Saturday, July 28, 2007

Blogathon 23: Uncanny X-Men #403

First thing's first, if you're just randomly checking this blog and are wondering what's going on, I'm participating in Blogathon where you blog for 24 hours, posting every 30 minutes, all for charity. I began at 9 am this morning, so it's been 11 hours now. I am blogging for the Alzheimer Society of Canada and you can sponsor me by clicking on the sheep over to your right there.

And now, we return to our issue-by-issue look at Joe Casey's Uncanny X-Men run already in progress . . .

Archangel and Stacy are flying through Germany or something and see a mutant getting the shit kicked out of them, and land and try to sort things out. They find a lovely group of mutant-hating humans and try to talk to them, which doesn't seem to be working too well. A bunch of X-Corps people show up and solve the problem, but Archangel is all ready to throw down. That's right, he wants to talk to the bigots beating up the mutant, but is ready to beat the shit out of Multiple Man and company for daring to solve the situation. Archangel is a fucking moron, people.

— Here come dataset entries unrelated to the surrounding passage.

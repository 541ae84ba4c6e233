/* SPDX-License-Identifier: GPL-3.0-or-later */
/* Kernels that are written once, by hand, for one family of parts, stand in runtime/kernels/ as
 * text with a few holes. This fills the holes.
 *
 *   # ..                      a comment for the reader of the kernel file, dropped (#if .. stays)
 *   @kernel NAME              the lines up to the next @kernel
 *   @if NAME / @else / @end   kept where the value NAME is not 0 (@if !NAME: where it is); NAME may be a number
 *   @body NAME p q .. / @end  lines for later use
 *   @use NAME v w ..          those lines with p, q, .. standing for v, w, ..
 *   @repeat NAME / @end       as often as the value NAME says
 *   @asm / @end               lines of assembler: quoted, their "// .." turned into C comments
 *   $name or ${name}          the value of name
 */
#ifndef PW_EMIT_TEMPLATE_H
#define PW_EMIT_TEMPLATE_H

#include "base/arena.h"
#include "base/text.h"

#define PW_TEMPLATE_VALUES 160

typedef struct pw_template_values {
    struct { const char *name, *text; } row[PW_TEMPLATE_VALUES];
    int rows;
    pw_arena *arena;
} pw_template_values;

void pw_template_set(pw_template_values *values, const char *name, const char *text);
void pw_template_set_number(pw_template_values *values, const char *name, long long value);

/* Adds kernel NAME of runtime/kernels/<file> to out. PW_FAILED with a line on stderr where the file,
 * the kernel or a value is missing, or the kernel's own lines are at fault. */
PW_CHECKED pw_status pw_template_expand(const char *file, const char *kernel, const pw_template_values *values,
                                        pw_text *out);

#endif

Meanwhile, Banshee shows Chamber (a former student of his) around and we learn that M, Jubilee and Husk from Generation X are X-Corps members, too. Chamber is still all paranoid like the other X-Men.

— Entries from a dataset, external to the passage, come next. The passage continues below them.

/* SPDX-License-Identifier: GPL-3.0-or-later */
/* How far contraction moves float outputs: see signals.h. The sections once more, with every
 * multiply-add fused that can be; where two products meet, either may be the fused one. */
#include <float.h>
#include <math.h>
#include <stdlib.h>
#include <string.h>

#include "emit/signals.h"

enum { WAYS = 2 };

typedef struct delays {
    double s[4];
} delays;

/* a b + c rounded once, to the format. */
static double fused(bool single, double a, double b, double c)
{
    return single ? (double)fmaf((float)a, (float)b, (float)c) : fma(a, b, c);
}

static double product(bool single, double a, double b)
{
    return single ? (double)((float)a * (float)b) : a * b;
}

/* a b + c d with the first or the second product fused. */
static double both(bool single, int way, double a, double b, double c, double d)
{
    return way ? fused(single, c, d, product(single, a, b))
               : fused(single, a, b, product(single, c, d));
}

static double direct(const pw_words *w, bool single, int way, delays *d, double x)
{
    double y = both(single, way, w->fb[0], x, w->fb[1], d->s[0]);
    if (w->order == 2) y = fused(single, w->fb[2], d->s[1], y);
    y = fused(single, -w->fa[1], d->s[2], y);
    if (w->order == 2) y = fused(single, -w->fa[2], d->s[3], y);
    *d = (delays){{x, d->s[0], y, d->s[2]}};
    return y;
}

static double transposed(const pw_words *w, bool single, int way, delays *d, double x)
{
    double y = fused(single, w->fb[0], x, d->s[0]);
    if (w->order == 1) {
        d->s[0] = both(single, way, w->fb[1], x, -w->fa[1], y);
        return y;
    }
    d->s[0] = fused(single, -w->fa[1], y, fused(single, w->fb[1], x, d->s[1]));
    d->s[1] = both(single, way, w->fb[2], x, -w->fa[2], y);
    return y;
}

static double cascade(const pw_realisation *r, int way, delays *d, double x)
{
    bool single = r->sample == PW_FLOAT32;
    for (int k = 0; k < r->count; k++) {
        const pw_words *w = &r->section[k];
        if (w->order == 0)
            x = product(single, w->fb[0], x);
        else if (w->structure == PW_DIRECT_1)
            x = direct(w, single, way, &d[k], x);
        else
            x = transposed(w, single, way, &d[k], x);
    }
    return x;
}

double pw_contraction_shift(const pw_results *results, const pw_vector *vectors, int n)
{
    const pw_realisation *r = &results->realisation;
    double most = 0;
    if (r->sample != PW_FLOAT32 && r->sample != PW_FLOAT64) return 0;
    for (int v = 0; v < n; v++)
        for (int way = 0; way < WAYS; way++) {
            delays d[PW_MAX_SECTIONS] = {{{0}}};
            for (long i = 0; i < vectors[v].n; i++)
                most = fmax(most, fabs(cascade(r, way, d, vectors[v].in_reals[i])
                                       - vectors[v].out_reals[i]));
        }
    return most;
}

double pw_float_tolerance(const pw_results *results, const pw_vector *vectors, int n, double shift)
{
    double ulp = results->realisation.sample == PW_FLOAT32 ? FLT_EPSILON : DBL_EPSILON, largest = 0;
    if (shift == 0) return 0;
    for (int v = 0; v < n; v++)
        for (long i = 0; i < vectors[v].n; i++)
            largest = fmax(largest, fabs(vectors[v].out_reals[i]));
    return 4 * shift + ulp * largest;
}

Then, Iceman walks into a bar and begins calling Avalanche, Blog and Surge names because they're evil and Iceman is good and blah blah blah. It ends with the "bad guys" taking the high road and Iceman looking like a jackass, which he is.

Kurt and Banshee talk. Kurt and Chamber talk. Surge kills the bigots from before. Chamber finds Lady Mastermind in the basement in a tank of fluid and is sucked into her head telephically.

Goddamn, this is a frustrating issue, because the first half seems to do everything is can to show that the X-Men are assholes, while the X-Corps are doing a good job, while the last half just shows it's the same old story of too good to be true, ends justify the means, and who cares what else.

I'm kind of tired. Usually happens around now every day. Most days I find it funny that at eight or nine, I'm tired as hell, but at two am, I'm wide awake. Doing this won't even phase me. I'm going into my sixth year of university; I've pulled all-nighters without even trying to. Just the usual early evening slugishness. In an hour or so, I'll go get another slushy and the walk plus high amounts of sugar and, well, liquid will keep me alert. Am getting a little sick of sitting here, though.

Back to the issue, yeah, what the fuck? Why must a great idea become so bad? And it gets worse, people. By the end of this story, you'll have forgotten the fact that it ever SEEMED like it could have been good. But, it does fit into the larger picture of Casey's run: pop will eat itself. This story is just like every other than came before it.